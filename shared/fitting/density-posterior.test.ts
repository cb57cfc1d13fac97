import { describe, expect, it } from 'vitest';
import { massDensityKgPerM3, reducedStateOf } from '../physics/corresponding-states';
import { ljEosDensity } from '../physics/lj-eos';
import { runNpt } from '../physics/md/npt';
import { densityPosterior, type ProposalOutcome } from './density-posterior';
import { fitLennardJones } from './lj-fit';
import { Z_95 } from './lj-posterior';
import { mdStageFit, type MdRunSummary, type MdStagePoint, type MdStatePoint } from './md-stage';

// Synthetic densities of an invented substance from the Johnson–Zollweg–Gubbins (1993) LJ equation of state at known
// parameters, as in md-stage.test.ts: two supercritical isotherms (T* = 1.5 and 2.0), far from any phase boundary.
const TRUE = { epsilonK: 150, sigmaAngstrom: 3.6 };
const M = 50;
const STATES: Array<[number, number]> = [
  [225, 20],
  [225, 60],
  [300, 40],
  [300, 100],
];
const RELATIVE_U = 0.01;
const bounds = { epsilonK: [50, 400] as [number, number], sigmaAngstrom: [2.5, 5] as [number, number] };

function syntheticPoints(): MdStagePoint[] {
  return STATES.map(([T, P]) => {
    const s = reducedStateOf({ temperatureK: T, pressureMPa: P, ...TRUE });
    const rho = massDensityKgPerM3(ljEosDensity(s.reducedTemperature, s.reducedPressure).reducedDensity, M, TRUE.sigmaAngstrom);
    return {
      measurementSetId: 1,
      measurementSetIndex: 0,
      kind: 'density' as const,
      temperatureK: T,
      pressureMPa: P,
      value: rho,
      uncertainty: RELATIVE_U * rho,
      weight: 1,
    };
  });
}

describe('posterior of a density fit through the reweighting of the simulation stage', () => {
  it('real NPT runs: the 95 % intervals contain the truth and agree with the linearised ones within a factor 1.5', async () => {
    const points = syntheticPoints();
    const eosStage = fitLennardJones(
      [
        {
          id: 1,
          kind: 'density',
          rows: points.map((p) => ({
            temperatureK: p.temperatureK,
            pressureMPa: p.pressureMPa,
            value: p.value,
            uncertainty: p.uncertainty,
          })),
        },
      ],
      { molarMassGPerMol: M, restarts: 0, bounds },
    );
    let runs = 0;
    // 128 atoms, 5000 steps extended towards 50 effective samples, as the density fit's defaults (density-fit.ts).
    const md = async (states: MdStatePoint[], onRunFinished?: () => void): Promise<MdRunSummary[]> =>
      states.map((s) => {
        runs++;
        const r = runNpt({ ...s, atoms: 128, steps: 5000, seed: 2000 + runs });
        onRunFinished?.();
        return {
          id: runs,
          reused: false,
          reducedDensity: r.reducedDensity,
          stdErr: r.stdErr,
          dRhoDT: r.dRhoDT,
          dRhoDP: r.dRhoDP,
          phase: r.phase,
          ...r.settings,
          effectiveSamples: r.effectiveSamples,
          frames: r.frames,
        };
      });
    const result = await mdStageFit(points, [{ id: 1, kind: 'density' }], {
      start: { epsilonK: eosStage.epsilonK, sigmaAngstrom: eosStage.sigmaAngstrom },
      bounds,
      context: { molarMassGPerMol: M, quantumCorrection: false },
      simulate: md,
      maxIterations: 5,
      posterior: { samples: 300, burnIn: 200, seed: 7 },
    });
    expect(result.status).toBe('succeeded');
    const post = result.posterior!;
    expect(post).toBeDefined();
    for (const n of ['epsilonK', 'sigmaAngstrom'] as const) {
      expect(post[n].lower95).toBeLessThan(TRUE[n]);
      expect(post[n].upper95).toBeGreaterThan(TRUE[n]);
      // The stated factor: the posterior half-width within 1/1.5 … 1.5 of 1.96 linearised standard errors. (Both rest on
      // the same s² = χ²/ν; they differ by the curvature of ρ(ε, σ) and by the θ-dependence of the MD error.)
      const ratio = (post[n].upper95 - post[n].lower95) / (2 * Z_95 * result.stdErr[n]!);
      expect(ratio).toBeGreaterThan(1 / 1.5);
      expect(ratio).toBeLessThan(1.5);
      expect(post.diagnostics.rHat[n]).toBeLessThan(1.1);
      expect(post.diagnostics.autocorrelationTimeSteps[n]).toBeGreaterThan(1);
    }
    // Strong ε–σ correlation, as the linearised covariance has it.
    expect(Math.sign(post.correlation!)).toBe(Math.sign(result.correlation!));
    // Every proposal was either predicted by reweighting or refused and counted; what was refused is small or was run.
    expect(post.coverage.proposals).toBeGreaterThan(0);
    expect(post.coverage.refusedFraction).toBeLessThan(0.02);
    expect(post.coverage.extraRuns).toBe(result.mdRuns.filter((r) => r.purpose === 'posterior').length);
    expect(post.likelihood).toMatch(/MBAR/);
    expect(post.draws.length).toBeGreaterThan(100);
  }, 600_000);
});

describe('density posterior: coverage of the stored runs (analytic likelihood, no simulation)', () => {
  // A correlated Gaussian likelihood in (ε, σ) standing in for the reweighted one, "covered" only within a radius of
  // Mahalanobis distance `reach` of the runs made so far; extend() adds runs at the asked points and widens the reach.
  const mean = { epsilonK: 150, sigmaAngstrom: 3.6 };
  const se = { epsilonK: 2, sigmaAngstrom: 0.01 };
  const rho = -0.9;
  const mahalanobis = (e: number, s: number, centre = mean) => {
    const x = (e - centre.epsilonK) / se.epsilonK;
    const y = (s - centre.sigmaAngstrom) / se.sigmaAngstrom;
    return (x * x - 2 * rho * x * y + y * y) / (1 - rho * rho);
  };
  const covariance = [
    [se.epsilonK ** 2, rho * se.epsilonK * se.sigmaAngstrom],
    [rho * se.epsilonK * se.sigmaAngstrom, se.sigmaAngstrom ** 2],
  ];
  const input = (runsAt: Array<{ epsilonK: number; sigmaAngstrom: number }>, reach: number) => ({
    free: ['epsilonK', 'sigmaAngstrom'] as const,
    estimate: mean,
    stdErr: se,
    covariance,
    bounds,
    noiseScale: 1,
    evaluate: (e: number, s: number): ProposalOutcome =>
      runsAt.some((c) => mahalanobis(e, s, c) < reach * reach) ? { logLikelihood: -0.5 * mahalanobis(e, s) } : { refused: 'uncovered' },
    extend: async (at: Array<{ epsilonK: number; sigmaAngstrom: number }>) => {
      runsAt.push(...at);
      return at.length * 4;
    },
  });

  it('a wide reach: nothing refused, no extra round, and the intervals are the Gaussian ones (±1.96 se within 10 %)', async () => {
    const post = await densityPosterior(input([mean], 10), { samples: 1000, seed: 3 });
    expect(post.coverage.refusedFraction).toBe(0);
    expect(post.coverage.extraRounds).toBe(0);
    for (const n of ['epsilonK', 'sigmaAngstrom'] as const) {
      expect(Math.abs((post[n].upper95 - post[n].lower95) / (2 * Z_95 * se[n]) - 1)).toBeLessThan(0.1);
    }
    expect(post.messages.some((m) => /reach/.test(m))).toBe(false);
  });

  it('a narrow reach: proposals are refused and counted, an extra round runs where they went, and the sampling repeats', async () => {
    const runsAt = [{ ...mean }];
    const post = await densityPosterior(input(runsAt, 1.5), { samples: 600, seed: 3, extraRounds: 1 });
    expect(post.coverage.refusedFractionBySampling[0]).toBeGreaterThan(0.02);
    expect(post.coverage.extraRounds).toBe(1);
    expect(post.coverage.extraRuns).toBeGreaterThan(0);
    expect(runsAt.length).toBeGreaterThan(1);
    // The new runs lie on the long axis on both sides: the refused fraction falls.
    expect(post.coverage.refusedFractionBySampling[1]).toBeLessThan(post.coverage.refusedFractionBySampling[0]);
  });

  it('with no extra round allowed, a restricted posterior says so in words', async () => {
    const post = await densityPosterior(input([{ ...mean }], 1.2), { samples: 300, seed: 3, extraRounds: 0 });
    expect(post.coverage.extraRounds).toBe(0);
    expect(post.coverage.refusedFraction).toBeGreaterThan(0.02);
    expect(post.messages.some((m) => /restricted to the reach of the runs/.test(m))).toBe(true);
    // Restricted to a disc of radius 1.2 in Mahalanobis distance, the interval is narrower than the Gaussian one.
    expect(post.epsilonK.upper95 - post.epsilonK.lower95).toBeLessThan(2 * Z_95 * se.epsilonK);
  });
});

########################################

• [Assigned task]
Up to and including the line with "const points = syntheticPoints();", please return the records exactly, beginning from their first line.

• [Solution to this task]
filename shared/fitting/density-posterior.test.ts
repository cb57cfc1d13fac97
import { describe, expect, it } from 'vitest';
import { massDensityKgPerM3, reducedStateOf } from '../physics/corresponding-states';
import { ljEosDensity } from '../physics/lj-eos';
import { runNpt } from '../physics/md/npt';
import { densityPosterior, type ProposalOutcome } from './density-posterior';
import { fitLennardJones } from './lj-fit';
import { Z_95 } from './lj-posterior';
import { mdStageFit, type MdRunSummary, type MdStagePoint, type MdStatePoint } from './md-stage';

// Synthetic densities of an invented substance from the Johnson–Zollweg–Gubbins (1993) LJ equation of state at known
// parameters, as in md-stage.test.ts: two supercritical isotherms (T* = 1.5 and 2.0), far from any phase boundary.
const TRUE = { epsilonK: 150, sigmaAngstrom: 3.6 };
const M = 50;
const STATES: Array<[number, number]> = [
  [225, 20],
  [225, 60],
  [300, 40],
  [300, 100],
];
const RELATIVE_U = 0.01;
const bounds = { epsilonK: [50, 400] as [number, number], sigmaAngstrom: [2.5, 5] as [number, number] };

function syntheticPoints(): MdStagePoint[] {
  return STATES.map(([T, P]) => {
    const s = reducedStateOf({ temperatureK: T, pressureMPa: P, ...TRUE });
    const rho = massDensityKgPerM3(ljEosDensity(s.reducedTemperature, s.reducedPressure).reducedDensity, M, TRUE.sigmaAngstrom);
    return {
      measurementSetId: 1,
      measurementSetIndex: 0,
      kind: 'density' as const,
      temperatureK: T,
      pressureMPa: P,
      value: rho,
      uncertainty: RELATIVE_U * rho,
      weight: 1,
    };
  });
}

describe('posterior of a density fit through the reweighting of the simulation stage', () => {
  it('real NPT runs: the 95 % intervals contain the truth and agree with the linearised ones within a factor 1.5', async () => {
    const points = syntheticPoints();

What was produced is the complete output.